Nowhere in the majority opinion was there
a wholesale alteration of the character of the taxpayer's business as the dissent
suggests. A careful reading of the opinion reveals that the exemption from use
taxes approved by the majority applies only to the taxpayer's performance
of blasting services when involved in direct connection with the activity of
coal mining. Critically, the majority opinion centered upon the nature of
the transactions at issue: the sale and utilization by the taxpayer of
blasting materials to sever
embedded coal. Only those specific blasting activities by the taxpayer directly related to the production of coal were found to be entitled to the use tax exemption. (See footnote 1)
Furthermore, the dissent makes the exaggerated claim that the taxpayer _ and, for that matter, any business that conducts any activity involving exploring, developing, severing, extracting, reducing to possession or loading for shipment of coal _ will in the future completely escape tax liability. The dissenting opinion appears to have overlooked a critical fact that the taxpayer in this case conceded the applicability of the consumer sales/service tax to its direct retail sales of blasting materials that were not accompanied by the taxpayer's expertise in using those materials, and to its other business activities.

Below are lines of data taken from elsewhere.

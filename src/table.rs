//! Reading the labeled and pool CSV/TSV files into column vectors, and writing output files
//! atomically.
//!
//! Every bad input becomes an [`InputError`] naming the file, the line (1-based, the header
//! is line 1, counted as a text editor counts them), the column, what is wrong and what to do.
//! Nothing here does statistics: the readers only check what every later step relies on
//! (finite numbers, positive weights, unique non-empty ids, the requested columns exist).
//!
//! Performance: one `csv::Reader` with one reused `csv::ByteRecord`, floats parsed from bytes
//! with `fast_float2`, columns pushed into vectors sized from the file length, features in
//! one column-major buffer. The only per-row allocation is the id `String`.

use std::collections::hash_map::Entry;
use std::collections::{HashMap, HashSet};
use std::fmt;
use std::fs::{self, File, OpenOptions};
use std::hash::{DefaultHasher, Hash, Hasher};
use std::io::{self, Read, Seek, SeekFrom, Write};
use std::path::{Path, PathBuf};
use std::sync::atomic::{AtomicU64, Ordering};

/// Which file a table came from; used in messages ("labeled file", "pool file").
#[derive(Clone, Copy, Debug, PartialEq, Eq)]
pub enum Role {
    Labeled,
    Pool,
    /// A list of ids chosen earlier (`audit --shortlist`).
    Shortlist,
}

impl fmt::Display for Role {
    fn fmt(&self, f: &mut fmt::Formatter<'_>) -> fmt::Result {
        f.write_str(match self {
            Role::Labeled => "labeled file",
            Role::Pool => "pool file",
            Role::Shortlist => "shortlist file",
        })
    }
}

/// What a column holds; decides the wording of messages and which flag names it.
#[derive(Clone, Copy, Debug, PartialEq, Eq)]
pub enum ColumnKind {
    Id,
    Outcome,
    Prediction,
    Threshold,
    Weight,
    Feature,
}

impl ColumnKind {
    /// Plain-English name of one cell of this kind ("prediction", "feature value").
    pub fn describe(self) -> &'static str {
        match self {
            ColumnKind::Id => "id",
            ColumnKind::Outcome => "outcome",
            ColumnKind::Prediction => "prediction",
            ColumnKind::Threshold => "threshold",
            ColumnKind::Weight => "weight",
            ColumnKind::Feature => "feature value",
        }
    }

    /// The command-line flag that names a column of this kind.
    pub fn flag(self) -> &'static str {
        match self {
            ColumnKind::Id => "--id",
            ColumnKind::Outcome => "--outcome",
            ColumnKind::Prediction => "--prediction",
            ColumnKind::Threshold => "--threshold-column",
            ColumnKind::Weight => "--weight-column",
            ColumnKind::Feature => "--features",
        }
    }
}

/// What to read. Column names are given by the user (flags).
#[derive(Clone, Debug)]
pub struct ReadOptions {
    /// Id column; defaults to "id".
    pub id: String,
    /// Outcome column, read for [`Role::Labeled`] when `Some`; ignored for the pool.
    pub outcome: Option<String>,
    /// Prediction column (required).
    pub prediction: String,
    /// Per-row thresholds.
    pub threshold_column: Option<String>,
    /// Given density-ratio weights; every value must be finite and > 0.
    pub weight_column: Option<String>,
    /// Feature selectors, already split on commas: names or ranges "f1..f32"
    /// (see [`resolve_features`]).
    pub features: Vec<String>,
    /// Field delimiter. `None`: tab if the file name ends in .tsv/.tab, else comma.
    pub delimiter: Option<u8>,
}

impl ReadOptions {
    /// Options reading `prediction`, with id column "id" and nothing else.
    pub fn new(prediction: impl Into<String>) -> Self {
        ReadOptions {
            id: "id".to_string(),
            outcome: None,
            prediction: prediction.into(),
            threshold_column: None,
            weight_column: None,
            features: Vec::new(),
            delimiter: None,
        }
    }
}

/// One file's units, columns kept as contiguous vectors.
#[derive(Clone, Debug)]
pub struct UnitTable {
    pub path: PathBuf,
    pub role: Role,
    pub ids: Vec<String>,
    pub outcome: Option<Vec<f64>>,
    pub prediction: Vec<f64>,
    pub threshold: Option<Vec<f64>>,
    pub weight: Option<Vec<f64>>,
    pub feature_names: Vec<String>,
    /// Column-major: feature f of row r is features[f * n_rows + r].
    pub features: Vec<f64>,
}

The use tax exemption at issue in this case was extended to the subject taxpayer upon the majority's well-reasoned conclusion that, based on existing statutory and regulatory definitions, the taxpayer's provision of blasting materials and blasting services qualify as items directly used in connection with the production of natural resources. All other activities of the taxpayer, which do not directly involve the production of natural resources, are taxable.

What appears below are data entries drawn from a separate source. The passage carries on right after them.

#[cfg(test)]
mod tests {
    use super::*;
    use crate::shift::test_support::normal_table;
    use rand::Rng;

    /// Labels: the first `labeled` rows false, the rest true.
    fn labels(labeled: usize, pool: usize) -> Vec<bool> {
        (0..labeled + pool).map(|r| r >= labeled).collect()
    }

    /// Two tables stacked row-wise (column-major both).
    fn stack(a: &[f64], na: usize, b: &[f64], nb: usize, p: usize) -> Vec<f64> {
        let mut out = Vec::with_capacity((na + nb) * p);
        for f in 0..p {
            out.extend_from_slice(&a[f * na..(f + 1) * na]);
            out.extend_from_slice(&b[f * nb..(f + 1) * nb]);
        }
        out
    }

    fn variance_shift(n: usize, seed: u64) -> (Vec<f64>, Vec<bool>) {
        let a = normal_table(n, &[0.0; 3], &[1.0; 3], seed);
        let b = normal_table(n, &[0.0; 3], &[0.6, 1.0, 1.0], seed + 1);
        (stack(&a, n, &b, n, 3), labels(n, n))
    }

    #[test]
    fn same_seed_same_output_whatever_the_thread_count() {
        let (x, y) = variance_shift(800, 3);
        let w = vec![1.0; y.len()];
        let params = BoostedParams::default();
        let run = |threads: usize| {
            let pool = rayon::ThreadPoolBuilder::new()
                .num_threads(threads)
                .build()
                .expect("pool");
            pool.install(|| cross_fit(&x, y.len(), &y, &w, &params).expect("fit"))
        };
        let (one, two) = (run(1), run(2));
        assert_eq!(one.out_of_fold_log_odds(), two.out_of_fold_log_odds());
        assert_eq!(one.report(), two.report());
        let again = run(2);
        assert_eq!(two.out_of_fold_log_odds(), again.out_of_fold_log_odds());
        let new = normal_table(300, &[0.0; 3], &[1.0; 3], 99);
        assert_eq!(
            one.predict_log_odds(&new, 300),
            two.predict_log_odds(&new, 300)
        );
        // A different seed gives other folds, hence other out-of-fold values.
        let other =
            cross_fit(&x, y.len(), &y, &w, &BoostedParams { seed: 1, ..params }).expect("fit");
        assert_ne!(one.out_of_fold_log_odds(), other.out_of_fold_log_odds());
    }

    #[test]
    fn early_stopping_stops_on_pure_noise() {
        // Both classes from the same distribution: beyond chance the validation loss only
        // gets worse after the initial score, so boosting stops `patience` trees after the
        // last (chance) improvement of the 300-row validation loss (scikit-learn's rule, which
        // keeps those trees). Bound: 3 x patience = 30 trees, against max_trees = 200.
        let x = normal_table(3000, &[0.0; 4], &[1.0; 4], 11);
        let y = labels(1500, 1500);
        let w = vec![1.0; y.len()];
        let params = BoostedParams {
            max_trees: 200,
            ..BoostedParams::default()
        };
        let fit = cross_fit(&x, y.len(), &y, &w, &params).expect("fit");
        let report = fit.report();
        for (&trees, &early) in report.trees_per_fold.iter().zip(&report.stopped_early) {
            assert!(early, "{report:?}");
            assert!(trees <= 3 * params.patience, "{:?}", report.trees_per_fold);
        }
        // Without a signal the out-of-fold log-odds stay near 0 (equal classes).
        let oof = fit.out_of_fold_log_odds();
        let mean = oof.iter().sum::<f64>() / oof.len() as f64;
        assert!(mean.abs() < 0.05, "{mean}");
    }

    #[test]
    fn recovers_a_threshold_shift() {
        // Labeled x0 ~ U(0, 1); pool x0 > 0.5 with probability 0.8. True log ratio
        // log(0.8 / 0.5) above 0.5 and log(0.2 / 0.5) below: a step of log 4 = 1.386.
        let n = 2000;
        let mut rng = ChaCha8Rng::seed_from_u64(5);
        let mut x = vec![0.0; 2 * n * 2];
        for r in 0..2 * n {
            let u: f64 = rng.gen();
            x[r] = if r < n {
                u
            } else if rng.gen::<f64>() < 0.8 {
                0.5 + 0.5 * u
            } else {
                0.5 * u
            };
            x[2 * n + r] = rng.gen(); // noise feature
        }
        let y = labels(n, n);
        let w = vec![1.0; 2 * n];
        let fit = cross_fit(&x, 2 * n, &y, &w, &BoostedParams::default()).expect("fit");
        let oof = fit.out_of_fold_log_odds();
        let mean = |above: bool| {
            let v: Vec<f64> = (0..2 * n)
                .filter(|&r| (x[r] > 0.5) == above)
                .map(|r| oof[r])
                .collect();
            v.iter().sum::<f64>() / v.len() as f64
        };
        let step = mean(true) - mean(false);
        // Tolerance 0.3 (about 20%): boosting with shrinkage and early stopping shrinks the
        // step; each side's mean has a standard error near 0.05 (2000 rows).
        assert!((step - 4f64.ln()).abs() < 0.3, "step {step}");
        // New rows far from the cut get the right side.
        let new = vec![0.1, 0.9, 0.5, 0.5];
        let pred = fit.predict_log_odds(&new, 2);
        assert!(pred[1] - pred[0] > 1.0, "{pred:?}");
    }

    #[test]
    fn clipping_is_counted() {
        // Separable classes: labeled x0 in {0, ..., 49}, pool x0 in {100, ..., 149}. With at
        // most 255 distinct values every value is its own bin, so the gap is a cut point (with
        // quantile bins a bin may straddle the gap and mix a few rows of both classes). The
        // log-odds run far past logit(0.05) = -2.94 on both sides: every value is clipped.
        let n = 500;
        let mut rng = ChaCha8Rng::seed_from_u64(8);
        let x: Vec<f64> = (0..2 * n)
            .map(|r| f64::from(rng.gen_range(0..50u32) + if r < n { 0 } else { 100 }))
            .collect();
        let y = labels(n, n);
        let w = vec![1.0; 2 * n];
        let params = BoostedParams {
            probability_clip: 0.05,
            ..BoostedParams::default()
        };
        let fit = cross_fit(&x, 2 * n, &y, &w, &params).expect("fit");
        let report = fit.report();
        let bound = (0.95f64 / 0.05).ln();
        assert!((report.log_odds_bounds[1] - bound).abs() < 1e-12);
        assert_eq!(report.out_of_fold_clipped_low, n, "{report:?}");
        assert_eq!(report.out_of_fold_clipped_high, n, "{report:?}");
        let oof = fit.out_of_fold_log_odds();
        assert!(oof[..n].iter().all(|&v| v == -bound));
        assert!(oof[n..].iter().all(|&v| v == bound));
        assert_eq!(fit.predict_log_odds(&[-5.0, 200.0], 2), vec![-bound, bound]);
        // With the default clip 1e-3 (|logit| 6.9) fewer rows hit the bounds, and the count
        // is exactly the number of out-of-fold values at a bound.
        let fit = cross_fit(&x, 2 * n, &y, &w, &BoostedParams::default()).expect("fit");
        let [lo, hi] = fit.report().log_odds_bounds;
        let oof = fit.out_of_fold_log_odds();
        let at_lo = oof.iter().filter(|&&v| v == lo).count();
        let at_hi = oof.iter().filter(|&&v| v == hi).count();
        assert_eq!(fit.report().out_of_fold_clipped_low, at_lo);
        assert_eq!(fit.report().out_of_fold_clipped_high, at_hi);
    }

    #[test]
    fn doubling_the_pool_weight_adds_log_2() {
        // With class weights s_0 (labeled) and s_1 (pool), the weighted log loss is minimized
        // by F(x) = log(s_1 p(x | pool) n_1 / (s_0 p(x | labeled) n_0)): doubling s_1 adds
        // exactly log 2 to the population minimizer and to the initial score
        // log(sum s y / sum s (1 - y)) (to rounding, 1e-12). The trees approximate the
        // minimizer from data, so the out-of-fold log-odds move by log 2 on average up to
        // the boosted fit's estimation noise; with 1500 + 1500 rows a mean shift within 0.1
        // of log 2 = 0.693 (about 15%) is required.
        let (x, y) = variance_shift(1500, 21);
        let n = y.len();
        let w1 = vec![1.0; n];
        let w2: Vec<f64> = y.iter().map(|&p| if p { 2.0 } else { 1.0 }).collect();
        let params = BoostedParams::default();
        let a = cross_fit(&x, n, &y, &w1, &params).expect("fit");
        let b = cross_fit(&x, n, &y, &w2, &params).expect("fit");
        for (ia, ib) in a
            .report()
            .initial_log_odds_per_fold
            .iter()
            .zip(&b.report().initial_log_odds_per_fold)
        {
            assert!((ib - ia - 2f64.ln()).abs() < 1e-12, "{ia} {ib}");
        }
        let mean = |f: &BoostedFit| f.out_of_fold_log_odds().iter().sum::<f64>() / n as f64;
        let shift = mean(&b) - mean(&a);
        assert!((shift - 2f64.ln()).abs() < 0.1, "shift {shift}");
    }

    #[test]
    fn invalid_inputs_are_named() {
        let (x, y) = variance_shift(100, 1);
        let n = y.len();
        let w = vec![1.0; n];
        let ok = BoostedParams::default();
        let cases: Vec<(BoostedParams, &str)> = vec![
            (
                BoostedParams {
                    folds: 1,
                    ..ok.clone()
                },
                "folds",
            ),
            (
                BoostedParams {
                    learning_rate: 0.0,
                    ..ok.clone()
                },
                "learning_rate",
            ),
            (
                BoostedParams {
                    learning_rate: f64::NAN,
                    ..ok.clone()
                },
                "learning_rate",
            ),
            (
                BoostedParams {
                    probability_clip: 0.5,
                    ..ok.clone()
                },
                "probability_clip",
            ),
            (
                BoostedParams {
                    probability_clip: 0.0,
                    ..ok.clone()
                },
                "probability_clip",
            ),
            (
                BoostedParams {
                    max_bins: 256,
                    ..ok.clone()
                },
                "max_bins",
            ),
            (
                BoostedParams {
                    max_bins: 1,
                    ..ok.clone()
                },
                "max_bins",
            ),
            (
                BoostedParams {
                    max_leaf_nodes: 1,
                    ..ok.clone()
                },
                "max_leaf_nodes",
            ),
            (
                BoostedParams {
                    min_samples_leaf: 0,
                    ..ok.clone()
                },
                "min_samples_leaf",
            ),
            (
                BoostedParams {
                    max_trees: 0,
                    ..ok.clone()
                },
                "max_trees",
            ),
            (
                BoostedParams {
                    l2_regularization: -1.0,
                    ..ok.clone()
                },
                "l2_regularization",
            ),
            (
                BoostedParams {
                    validation_fraction: 1.0,
                    ..ok.clone()
                },
                "validation_fraction",
            ),
            (
                BoostedParams {
                    patience: 0,
                    ..ok.clone()
                },
                "patience",
            ),
            (
                BoostedParams {
                    tolerance: -1e-9,
                    ..ok.clone()
                },
                "tolerance",
            ),
        ];
        for (params, expected) in cases {
            match cross_fit(&x, n, &y, &w, &params) {
                Err(ShiftError::InvalidOption { name, .. }) => assert_eq!(name, expected),
                other => panic!("{expected}: {other:?}"),
            }
        }
        assert!(matches!(
            cross_fit(&x[1..], n, &y, &w, &ok),
            Err(ShiftError::BufferLength { .. })
        ));
        assert!(matches!(
            cross_fit(&x, n, &y[1..], &w, &ok),
            Err(ShiftError::InvalidOption {
                name: "y.len()",
                ..
            })
        ));
        let mut bad_x = x.clone();
        bad_x[n + 7] = f64::NAN;
        match cross_fit(&bad_x, n, &y, &w, &ok) {
            Err(ShiftError::NonFinite { feature, row, .. }) => {
                assert_eq!((feature.as_str(), row), ("column 1", 7));
            }
            other => panic!("{other:?}"),
        }
        let mut bad_w = w.clone();
        bad_w[3] = 0.0;
        assert!(matches!(
            cross_fit(&x, n, &y, &bad_w, &ok),
            Err(ShiftError::InvalidWeight { index: 3, .. })
        ));
        assert!(matches!(
            cross_fit(&x, n, &vec![false; n], &w, &ok),
            Err(ShiftError::OneClass { positives: 0, .. })
        ));
        let mut few = vec![false; n];
        for v in few.iter_mut().take(9) {
            *v = true;
        }
        assert!(matches!(
            cross_fit(&x, n, &few, &w, &ok),
            Err(ShiftError::TooFewRows {
                set: "pool",
                rows: 9,
                needed: 10,
                ..
            })
        ));
    }

    #[test]
    fn cut_points_follow_the_quantile_rule() {
        // Few distinct values: midpoints between them (scikit-learn's _find_binning_thresholds).
        assert_eq!(cut_points(vec![3.0, 1.0, 2.0, 2.0], 255), vec![1.5, 2.5]);
        // Many: numpy percentile "midpoint" at 100 k / max_bins; for 0..=9 and 4 bins the
        // positions 9 q / 100 are 2.25, 4.5, 6.75 -> 2.5, 4.5, 6.5 (hand computation).
        let v: Vec<f64> = (0..10).map(f64::from).collect();
        assert_eq!(cut_points(v, 4), vec![2.5, 4.5, 6.5]);
    }
}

My colleagues also incorrectly argue in their
dissenting opinion that principles of statutory construction were violated to
reach this conclusion. Nothing could be farther
from the truth. Well-ensconced principles of statutory construction authorize
courts interpreting legislative enactments to change 'and' to 'or' and
vice versa where such conversion is necessary to harmonize the statutory
provisions or to ensure that the intention of the Legislature is correctly
effectuated. Carper v. Kanawha Banking & Trust Co., 157 W.Va. 477,
517, 207 S.E.2d 897, 921 (1974) (quoting 50 Am.Jur. Statutes § 281
(1944). (See footnote 2) In
accord Cogan v. City of Wheeling, 166 W.Va. 393, 396, 274 S.E.2d 516,
519 (1981); State v. Wester, 269 Neb. 295, 300, 691 N.W.2d 536, 540
(2005) (The laxity in the use of the conjunctive 'and' and the disjunctive
'or' is so frequent that the doctrine has been accepted that they are interchangeable
and that one may be substituted for the other if to do so is necessary to give
effect to any part of a statute or to effectuate the intention of the Legislature.); Sharp
v. State, 817 N.E.2d 644, 647 (Ind.App. 2004) (The words 'and' and
'or' as used in statutes are not interchangeable, being strictly of a conjunctive
and disjunctive nature respectively, and their ordinary meaning should be followed
if it does not render the sense of the statute dubious.); Cruz v.
Trotta, 363 N.J.Super. 353, 358, 833 A.2d 72, 75 (2003) (The words
'or' and 'and' are [often] used interchangeably, and the determination of whether
the word 'and' as used in a statute should be read in the
conjunctive or disjunctive depends primarily upon the legislative intent.); Ex Parte Uniroyal Tire Co., 779 So.2d 227, 234 (Ala. 2000) (observing that 'this Court is at liberty in ascertaining the intent of the legislature to construe the disjunctive conjunction or and the conjunctive conjunction and interchangeably'); South East Pub. Serv. Corp. v. Commonwealth, 165 Va. 116, __, 181 S.E. 448, 449 (1935) (recognizing that '[w]henever it is necessary to effectuate the obvious intention of the Legislature, the courts have the power to change and will change and to or, and vice versa'); see generally 73 Am.Jur.2d Statutes § 156 (2001); 17 Michie's Jurisprudence Statutes § 60 (1994).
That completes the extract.